* **What the exercise asks**:
The reply must reproduce each line below exactly.

* **Input records**:
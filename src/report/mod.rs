//! Results → files and text. Every format is one small file; writers are passed in.

pub mod csv;
mod figure_fits;
pub mod figures;
mod fitted;
pub mod folder;
pub mod geometries;
pub mod parameters;
pub mod settled;
mod state_figures;
pub mod summary;
pub mod text;
mod text_fits;

use crate::job::JobResult;
use crate::spec::Spec;
use folder::{FolderError, RunFolder};

/// Writes every file that is made from results, each whole or not at all.
///
/// # Errors
/// [`FolderError`] if one cannot be written.
pub fn write_all(folder: &RunFolder, spec: &Spec, result: &JobResult) -> Result<(), FolderError> {
    folder.write("spec.toml", spec.text.as_bytes())?;
    folder.write("geometries.xyz", geometries::render(result).as_bytes())?;
    folder.write("points.csv", &csv::render(spec, result))?;
    if !result.sweeps.is_empty() {
        folder.write("parameters.csv", &parameters::render(result))?;
    }
    folder.write("summary.json", summary::render(result).as_bytes())
}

* **Exercise answer**:
filename src/report/mod.rs
//! Results → files and text. Every format is one small file; writers are passed in.

pub mod csv;
mod figure_fits;
pub mod figures;
mod fitted;
pub mod folder;
pub mod geometries;
pub mod parameters;
pub mod settled;
mod state_figures;
pub mod summary;
pub mod text;
mod text_fits;

use crate::job::JobResult;
use crate::spec::Spec;
use folder::{FolderError, RunFolder};

/// Writes every file that is made from results, each whole or not at all.
///
/// # Errors
/// [`FolderError`] if one cannot be written.
pub fn write_all(folder: &RunFolder, spec: &Spec, result: &JobResult) -> Result<(), FolderError> {
    folder.write("spec.toml", spec.text.as_bytes())?;
    folder.write("geometries.xyz", geometries::render(result).as_bytes())?;
    folder.write("points.csv", &csv::render(spec, result))?;
    if !result.sweeps.is_empty() {
        folder.write("parameters.csv", &parameters::render(result))?;
    }
    folder.write("summary.json", summary::render(result).as_bytes())
}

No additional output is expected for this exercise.